Play video games? LOL manchild basement dwelling neckbeard loser. (Yet the LAN events that I co-run have to change layouts to accommodate all the families that come.)

This in your room makes you normal This in your room makes you, something else?

This attitude is apart of the whole social consciousness of our culture. Video games make people violent! (Yet the crime rate in the Us, Canada, Europe and Japan has plunged 80% since Doom came out). Video games make people aggressive! Aggressive does not mean violent, yet the two are always linked in these stories. Video games are rotting the brains of the youth of the nation! Actually.... the opposite may be true. Doctors are now being encouraged to play fast twitch games that use controllers as doctors who play games are faster surgeons, make fewer mistakes and have better hand-eye fine motor control Note this is from 2007.

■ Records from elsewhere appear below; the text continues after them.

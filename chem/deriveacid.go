package chem

import (
	"fmt"
	"strings"
)

// DeriveNeutralisation says how the mass of base came about.
func DeriveNeutralisation(acid, base string, n Amount, protons float64, b Base, baseMass MolarMass, excess Fraction, out Neutralised) Derivation {
	return Derivation{
		Of:      base + " for " + acid,
		Formula: "m(base) = n(acid) · z(acid) / z(base) · (1 + excess) · M(base)",
		Inserted: fmt.Sprintf("m(base) = %.6g mol · %.4g / %.4g · (1 + %.4g) · %.6g g/mol = %.5g g",
			float64(n), protons, b.Protons, float64(excess), baseMass.GramsPerMole(), out.Base.Grams()),
		Inputs: []Input{
			{"n(acid)", "amount of " + acid, float64(n), "mol", "given, or mass over molar mass"},
			{"z(acid)", "protons that one molecule gives", protons, "", "steps with a pKa up to 8, or given"},
			{"z(base)", "protons that one formula of base takes", b.Protons, "", "formula of the base"},
			{"excess", "excess of base", float64(excess), "", "given"},
			{"M(base)", "molar mass of " + base, baseMass.GramsPerMole(), "g/mol", "table or given"},
		},
		Value: out.Base.Grams(), Unit: "g",
		Range:  "by amount; gas as an ideal gas, none of it staying dissolved",
		Source: "OpenStax Chemistry 2e, 4.5; V = n R T / p",
	}
}

// DerivePH says how a pH came about: the charge balance with its parts at that pH.
func DerivePH(mix []Protolyte, strong Concentration, t Temperature, pH float64) Derivation {
	pKw, err := PKw(t)
	if err != nil {
		return Derivation{}
	}
	d := Derivation{
		Of:      "solution",
		Formula: "strong + [H⁺] − Kw/[H⁺] + Σ C·z(pH) = 0",
		Inputs: []Input{
			{"strong", "charge of the strong ions", strong.MolesPerLitre(), "mol/L", "given mixture"},
			{"pKw", "ion product of water", pKw, "", "Marshall and Franck 1981"},
		},
		Value:  pH,
		Range:  "concentrations in place of activities: 0.1 to 0.2 off above 0.1 mol/L; pKa at 25 °C",
		Source: "charge balance, solved in a bracket (OpenStax Chemistry 2e, 14.4 to 14.6)",
	}
	var sum strings.Builder
	fmt.Fprintf(&sum, "%.4g + %.4g − %.4g", strong.MolesPerLitre(), pow10(-pH), pow10(pH-pKw))
	for _, p := range mix {
		z := meanCharge(p.PKa, p.Charge, pH, 0)
		fmt.Fprintf(&sum, " + %.4g·(%.4g)", p.C.MolesPerLitre(), z)
		for i, k := range p.PKa {
			d.Inputs = append(d.Inputs, Input{fmt.Sprintf("pKa%d", i+1), p.Name, k, "", "table or given"})
		}
	}
	d.Inserted = sum.String() + " = 0 mol/L at pH " + fmt.Sprintf("%.4f", pH)
	return d
}

// DeriveAtomEconomy says how an atom economy came about.
func DeriveAtomEconomy(e Equation, product string, economy Fraction) Derivation {
	var in MolarMass
	for _, t := range e.Left {
		in += t.Formula.MolarMass() * MolarMass(t.Coefficient)
	}
	return Derivation{
		Of:       product,
		Formula:  "atom economy = ν(product)·M(product) / Σ ν·M(reactants)",
		Inserted: fmt.Sprintf("%.6g g/mol / %.6g g/mol = %.4g", in.GramsPerMole()*float64(economy), in.GramsPerMole(), float64(economy)),
		Inputs:   []Input{{"M", "reactants, coefficients counted", in.GramsPerMole(), "g/mol", "equation"}},
		Value:    float64(economy),
		Range:    "a balanced equation; no solvent, no excess",
		Source:   "B. M. Trost, Science 254 (1991) 1471; OpenStax Chemistry 2e, 4.4",
	}
}

// DeriveMassIntensity says how E-factor and process mass intensity came about.
func DeriveMassIntensity(sum, product Mass) Derivation {
	return Derivation{
		Of:      "inputs per product",
		Formula: "PMI = Σ m(inputs) / m(product), E = PMI − 1",
		Inserted: fmt.Sprintf("PMI = %.6g g / %.6g g = %.5g, E = %.5g", sum.Grams(), product.Grams(),
			float64(sum/product), float64(sum/product)-1),
		Inputs: []Input{{"m", "all inputs", sum.Grams(), "g", "given"}, {"m(product)", "product", product.Grams(), "g", "given"}},
		Value:  float64(sum / product),
		Range:  "the inputs that were listed; say whether water is among them",
		Source: "Constable, Curzons and Cunningham, Green Chem. 4 (2002) 521; Sheldon",
	}
}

The traditional media is dying. Nobody seems to disagree with that. Fewer people read newspapers to the point that there is a legitimate concern that newspapers may not survive the decade. Newspapers do not get the internet at all, even now twenty years later, and seen to not understand how the internet works. Fewer and fewer people are watching traditional TV. Cord cutting is starting to be a thing that is impacting the bottom line of television and cable. Teenage boys are not even turning on the television anymore as they have moved onto other media for their news and entertainment. Hell, my circle of friends does not watch TV, go to movies in a theater or even watch sports. And now this dying traditional media is attacking Netflix as if Netflix is the cause and not the symptom; see the Chicago Netflix tax for one of the more nutty examples. So here comes the moral panics to try to stay relevant. This is nothing new, the first one was in 1938 Videos like this make me happy as they are bringing awareness to how people who play video games and live and work on the internet are being treated by so-called 'normal' people.

Gamers and gaming are the same old whipping boy they have always been; the man wielding the flail has been swapped out is all.